En lingüística, una colocación es una combinación estable de palabras que se emplea de manera preferente, en lugar de otras también posibles, para referirse a un determinado objeto o estado de cosas de la realidad extralingüística.

La fraseología, ese componente vital de la lingüística que estudia las unidades léxicas pluriverbales, es mucho más que una simple suma de palabras. Es la esencia de cómo los hablantes construimos significados, expresamos ideas y damos vida a nuestro discurso. Comprender sus matices no solo enriquece nuestra comunicación, sino que también nos equipa con las herramientas para navegar las complejidades de la traducción con precisión y fluidez. Este artículo busca desentrañar las diferencias fundamentales entre colocaciones y locuciones, ofreciendo claves claras para su identificación y, lo que es aún más importante, su correcta aplicación y traducción.

Índice de Contenido

Descifrando el Enigma: Colocaciones vs. Locuciones

Aunque tanto las colocaciones como las locuciones se presentan como grupos de dos o más palabras que comparten una cierta fijeza en su orden —aunque algunas admiten variaciones—, la clave para distinguirlas reside en factores más profundos, como su significado intrínseco y su función dentro de la oración. La idiomaticidad se erige como un diferenciador crucial, marcando la frontera entre una combinación predecible y una expresión cuyo significado trasciende la suma de sus partes.

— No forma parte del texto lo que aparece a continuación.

/**
 * The working of a planting's coefficients on one day: which stage it is in, and the climate its coefficients were adjusted to.
 */

import { quantity } from '../base/working.ts';
import { END_ADJUSTED_FROM } from '../crop/climate-adjustment.ts';
import type { Cycle, Stage } from '../crop/curve.ts';
import { cycleCoefficients, type StageClimate } from './strip-curve.ts';
import type { Crop, Trace, WorkingStep } from './types.ts';

/** A planting on one day, as the curve has it. */
interface CoefficientDay {
  readonly crop: Crop;
  readonly cycle: Cycle;
  readonly climates: { readonly mid: StageClimate; readonly late: StageClimate };
  /** 1 on the first day of the cycle */
  readonly dayOfCycle: number;
  readonly stage: Stage;
  readonly progress: number;
  readonly basal: number;
  readonly height: number;
  readonly rootDepth: number;
}

const ADJUSTMENT = '[0.04 (u2 − 2) − 0.004 (RHmin − 45)] (h/3)^0.3, u2 in 1 … 6, RHmin in 20 … 80';

/** Hands the coefficient steps of a day to the recorder. */
export function recordCoefficients(day: CoefficientDay, trace: Trace): void {
  const { crop, climates } = day;
  const coefficients = cycleCoefficients(crop, climates);
  trace.step(adjustmentStep('Kcb mid', crop.basalMid, coefficients.mid, climates.mid, crop));
  trace.step(
    crop.basalEnd < END_ADJUSTED_FROM
      ? unadjustedStep('Kcb end', crop.basalEnd, `below ${END_ADJUSTED_FROM}: the crop dries in the field`)
      : adjustmentStep('Kcb end', crop.basalEnd, coefficients.end, climates.late, crop),
  );
  trace.step(basalStep(day, coefficients));
  trace.step(heightStep(day, coefficients.mid));
  trace.step(rootStep(day));
}

function adjustmentStep(symbol: string, table: number, result: number, climate: StageClimate, crop: Crop): WorkingStep {
  if (climate.to <= climate.from) return unadjustedStep(symbol, table, 'no day of the stage lies in the run');
  return {
    part: 'coefficient',
    symbol,
    name: `${symbol}, adjusted to the climate of its stage`,
    expression: `${symbol} = ${symbol},table + ${ADJUSTMENT}`,
    inputs: [
      quantity(`${symbol},table`, table, '1'),
      quantity('u2, stage mean', climate.windSpeed2m, 'm s⁻¹'),
      quantity('RHmin, stage mean', climate.humidityMinimum, '%'),
      quantity('h', crop.heightMax, 'm'),
      quantity('days of the stage in the run', climate.to - climate.from, 'd'),
    ],
    result,
    unit: '1',
    source: 'FAO-56 Eq. 70',
  };
}

function unadjustedStep(symbol: string, table: number, reason: string): WorkingStep {
  return {
    part: 'coefficient',
    symbol,
    name: `${symbol}, as in the table`,
    expression: `${symbol} = ${symbol},table; ${reason}`,
    inputs: [quantity(`${symbol},table`, table, '1')],
    result: table,
    unit: '1',
    source: 'FAO-56 Table 17 and Eq. 70',
  };
}

function basalStep(day: CoefficientDay, coefficients: { initial: number; mid: number; end: number }): WorkingStep {
  const { lengths } = day.cycle;
  return {
    part: 'coefficient',
    symbol: 'Kcb',
    name: `Basal crop coefficient, ${day.stage} stage`,
    expression: 'Kcb = Kcb,prev + [(i − Σ Lprev) / Lstage] (Kcb,next − Kcb,prev); constant in the initial and mid stages',
    inputs: [
      quantity('i', day.dayOfCycle, 'd'),
      quantity('L ini', lengths.initial, 'd'),
      quantity('L dev', lengths.development, 'd'),
      quantity('L mid', lengths.mid, 'd'),
      quantity('L late', lengths.late, 'd'),
      quantity('Kcb ini', coefficients.initial, '1'),
      quantity('Kcb mid', coefficients.mid, '1'),
      quantity('Kcb end', coefficients.end, '1'),
    ],
    result: day.basal,
    unit: '1',
    source: 'FAO-56 Eq. 66',
  };
}

function heightStep(day: CoefficientDay, basalMid: number): WorkingStep {
  return {
    part: 'coefficient',
    symbol: 'h',
    name: 'Plant height',
    expression: 'h = hmax min(1, Kcb / Kcb mid), never falling within a cycle',
    inputs: [
      quantity('hmax', day.crop.heightMax, 'm'),
      quantity('Kcb', day.basal, '1'),
      quantity('Kcb mid', basalMid, '1'),
      quantity('progress of development', day.progress, '1'),
    ],
    result: day.height,
    unit: 'm',
    source: 'FAO-56 Annex 8',
  };
}

function rootStep(day: CoefficientDay): WorkingStep {
  const annual = day.crop.type === 'annual';
  return {
    part: 'root-zone',
    symbol: 'Zr',
    name: 'Root depth',
    expression: annual
      ? 'Zr = Zmin + (Zmax − Zmin) × progress of development, at most the hard layer'
      : 'Zr = Zmax all season, at most the hard layer',
    inputs: [
      quantity('Zmin', day.crop.rootDepthMin, 'm'),
      quantity('Zmax', day.crop.rootDepthMax, 'm'),
      quantity('progress of development', day.progress, '1'),
    ],
    result: day.rootDepth,
    unit: 'm',
    source: annual ? 'FAO-56 Annex 8, Eq. 8-1' : 'FAO-56 chapter 8 (established stands)',
  };
}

¿Qué es una Colocación Lingüística?

Podemos definir la colocación como una tendencia inherente a las lenguas: la propensión de los hablantes a combinar ciertas palabras de manera preferente, entre una vasta gama de posibilidades teóricas. No se trata de una regla inquebrantable, sino de una preferencia natural que se manifiesta en la frecuencia con la que vemos ciertas parejas o tríos léxicos aparecer juntos. Un ejemplo claro es "guiñar un ojo"; aunque teóricamente podríamos decir "guiñar una oreja", la combinación natural y esperada es con "ojo".

Las colocaciones se caracterizan por una concurrencia frecuente. Si bien algunas exhiben cierta flexibilidad, permitiendo sinónimos en uno de sus componentes (como "violar", "infringir" o "transgredir las normas"), su esencia radica en que uno de sus elementos es preciso y se asocia de forma casi exclusiva con el otro. Consideremos "el barco atraca", "extinguir el fuego" o "profesar una ideología". En todos estos casos, la elección del verbo no es arbitraria; está intrínsecamente ligada al sustantivo, creando una combinación que los hablantes asocian de manera natural. No decimos "hacer una decisión", sino "tomar una decisión", ni "hacer deporte", sino "practicar deporte". La segunda opción es más precisa y, por ende, la preferida.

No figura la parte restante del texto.